In our last, we left the Aeronaut in the Isle of Engines, in the Moon. Next, as we have already intimated, he visits and describes a certain Republic in that bright world.

[Ed. Mess.

Having enjoyed the hospitalities of the Island as far as my time would permit—that is to say, having paid dearer for my accommodations than I ever did any where else, notwithstanding the wonder working machinery,—I took passage in the magnetic vessel, for the purpose of visiting a famous Republic of which I heard such terrible accounts in the Island, that I felt a great curiosity to see it with my own eyes; for I could scarcely believe, that a people so ignorant and vicious could exist in a state of society and civilization. I had observed too, that the people of the Island were especially vain of their superiority over all others in the Moon, which they took care to maintain by an ingenious process of elevating themselves at the expense of other people. This Republic, or Confederation as it is called, lies at the western extremity of the Ocean, at a distance of about three thousand miles, yet we reached it in about twenty-four hours. I inquired of the Captain if they knew any thing about steamboats, and he told me they were used about a hundred years ago, but had now become, as he expressed it in the common phrase of the inhabitants of the Moon, “obsolete ideas.”

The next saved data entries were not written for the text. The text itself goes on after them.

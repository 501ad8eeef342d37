/** `npm run dev`: the API with its database, plus Vite's dev server (hot reload) proxying /api to it. */
import { spawn, type ChildProcess } from 'node:child_process';
import { join, resolve } from 'node:path';
import { loadConfig, ConfigError } from './config';
import { PostgresSetupError } from './db/embedded-postgres';
import { printDemoSignIns, startLocal } from './local-runtime';

let vite: ChildProcess | undefined;
try {
  const config = loadConfig();
  const { running } = await startLocal(config, { serveClient: false, onShutdown: () => vite?.kill('SIGTERM') });
  vite = spawn(join(resolve('.'), 'node_modules', '.bin', 'vite'), ['--host', '127.0.0.1'], {
    stdio: 'inherit',
    env: { ...process.env, GNOMON_API_URL: running.url },
  });
  console.log(`API on ${running.url}; open the Vite URL below for hot reload.`);
  printDemoSignIns();
} catch (error) {
  if (error instanceof ConfigError || error instanceof PostgresSetupError) console.error(`\n${error.message}\n`);
  else console.error(error);
  process.exit(1);
}
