import type { Server } from 'node:http';
import { pathToFileURL } from 'node:url';
import { resolve } from 'node:path';
import { createApp } from './app';
import { loadConfig, ConfigError, type Config } from './config';
import { openDatabase, type Database } from './db/database';

export interface RunningServer {
  url: string;
  server: Server;
  database: Database;
  close(): Promise<void>;
}

export interface StartOptions {
  config: Config;
  databaseUrl: string;
  jwtSecret: string;
  clientDir?: string;
}

/** Connects to the database (migrating it), then serves API + client on config.host:config.port. */
export async function startServer({ config, databaseUrl, jwtSecret, clientDir }: StartOptions): Promise<RunningServer> {
  const database = await openDatabase(databaseUrl);
  const app = createApp({ config, sequelize: database.sequelize, jwtSecret, clientDir });
  const server = await new Promise<Server>((resolveServer, reject) => {
    const s = app.listen(config.port, config.host, () => resolveServer(s));
    s.on('error', reject);
  });
  const address = server.address();
  const port = typeof address === 'object' && address ? address.port : config.port;
  let closing: Promise<void> | undefined;
  return {
    url: `http://${config.host}:${port}`,
    server,
    database,
    close() {
      closing ??= (async () => {
        await new Promise<void>((r) => { server.close(() => r()); server.closeAllConnections(); });
        await (app.locals.shutdown as (() => Promise<void>) | undefined)?.();
        await database.close();
      })();
      return closing;
    },
  };
}

/** Stops cleanly on SIGINT/SIGTERM and logs what would otherwise vanish. */
export function installProcessHandlers(shutdown: () => Promise<void>): void {
  let stopping = false;
  const onSignal = (signal: string) => {
    if (stopping) return;
    stopping = true;
    console.log(`\n${signal} received: stopping...`);
    shutdown().then(() => process.exit(0), (error) => { console.error(error); process.exit(1); });
  };
  process.on('SIGINT', () => onSignal('SIGINT'));
  process.on('SIGTERM', () => onSignal('SIGTERM'));
  process.on('unhandledRejection', (reason) => { console.error('Unhandled rejection:', reason); });
}

// `npm run serve`: a deployment against an external database (DATABASE_URL and JWT_SECRET required).
if (process.argv[1] && import.meta.url === pathToFileURL(resolve(process.argv[1])).href) {
  try {
    const config = loadConfig();
    if (!config.databaseUrl) throw new ConfigError('DATABASE_URL is required for `npm run serve` (use `npm start` for the embedded database)');
    if (!config.jwtSecret) throw new ConfigError('JWT_SECRET is required for `npm run serve`');
    const running = await startServer({ config, databaseUrl: config.databaseUrl, jwtSecret: config.jwtSecret, clientDir: resolve('dist') });
    console.log(`Gnomon listening on ${running.url}`);
    installProcessHandlers(() => running.close());
  } catch (error) {
    console.error(error instanceof ConfigError ? error.message : error);
    process.exit(1);
  }
}
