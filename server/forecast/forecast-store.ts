import { Op } from 'sequelize';
import { hourlyForecastSchema, type HourlyForecast } from '../../shared/schemas/outlook';
import type { ForecastCell } from '../../shared/outlook';
import { ForecastCacheModel } from '../models/forecast-cache';

/** A stored forecast and when it was fetched. */
export interface StoredForecast {
  forecast: HourlyForecast;
  fetchedAt: Date;
}

/** Forecasts kept in PostgreSQL (table forecast_cache), one row per cell and fetch. */
export class ForecastStore {
  /** The newest forecast of the cell, or undefined when there is none (or the row no longer parses). */
  async latest(cell: ForecastCell): Promise<StoredForecast | undefined> {
    const row = await ForecastCacheModel.findOne({ where: { cellKey: cell.key }, order: [['fetchedAt', 'DESC']] });
    if (!row) return undefined;
    const parsed = hourlyForecastSchema.safeParse(row.forecast);
    // A row from an older shape is a miss, not an error: the next fetch replaces it.
    return parsed.success ? { forecast: parsed.data, fetchedAt: row.fetchedAt } : undefined;
  }

  /**
   * Stores a fetched forecast and deletes the cell's rows fetched more than `keepMs` before it.
   * Two fetches of one cell at the same instant (two app copies) keep one row.
   */
  async save(cell: ForecastCell, forecast: HourlyForecast, keepMs: number): Promise<void> {
    const fetchedAt = new Date(forecast.fetchedAt);
    await ForecastCacheModel.bulkCreate([{
      cellKey: cell.key, lat: cell.lat, lon: cell.lon,
      issuedAt: new Date(forecast.issuedAt), fetchedAt, forecast,
    }], { ignoreDuplicates: true });
    await ForecastCacheModel.destroy({ where: { cellKey: cell.key, fetchedAt: { [Op.lt]: new Date(fetchedAt.getTime() - keepMs) } } });
  }

  /** Deletes every row fetched before `before`; returns how many went. For a periodic clean-up. */
  async pruneFetchedBefore(before: Date): Promise<number> {
    return ForecastCacheModel.destroy({ where: { fetchedAt: { [Op.lt]: before } } });
  }
}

Arriving at a great city, called the emporium, I was agreeably surprised to find what a great man I was. As soon as the better sort of people learned I was a traveller, and had come from the Isle of Engines, they took the horses from the hackney coach in which I was proceeding to my lodgings, and dragged me along with the most enthusiastic demonstrations of admiration and applause. At the hotel I was met by a committee, the chairman of which made a long speech, in which he complimented me in such high terms on my literary eminence, that if I had not been a remarkably modest man I should have been quite out of countenance, and concluded his address by respectfully inquiring when it would suit my convenience to partake of a public dinner. In less than six hours, I had invitations enough to last me six weeks, and received so many other proofs of profound devotion, especially from the ladies, who, by the way, were remarkably handsome, that I could not help thinking there must be a severe scarcity of great men in the Republic, and finally came to the conclusion, that the people who made such a fuss with me, must labor under a deep sense of their inferiority.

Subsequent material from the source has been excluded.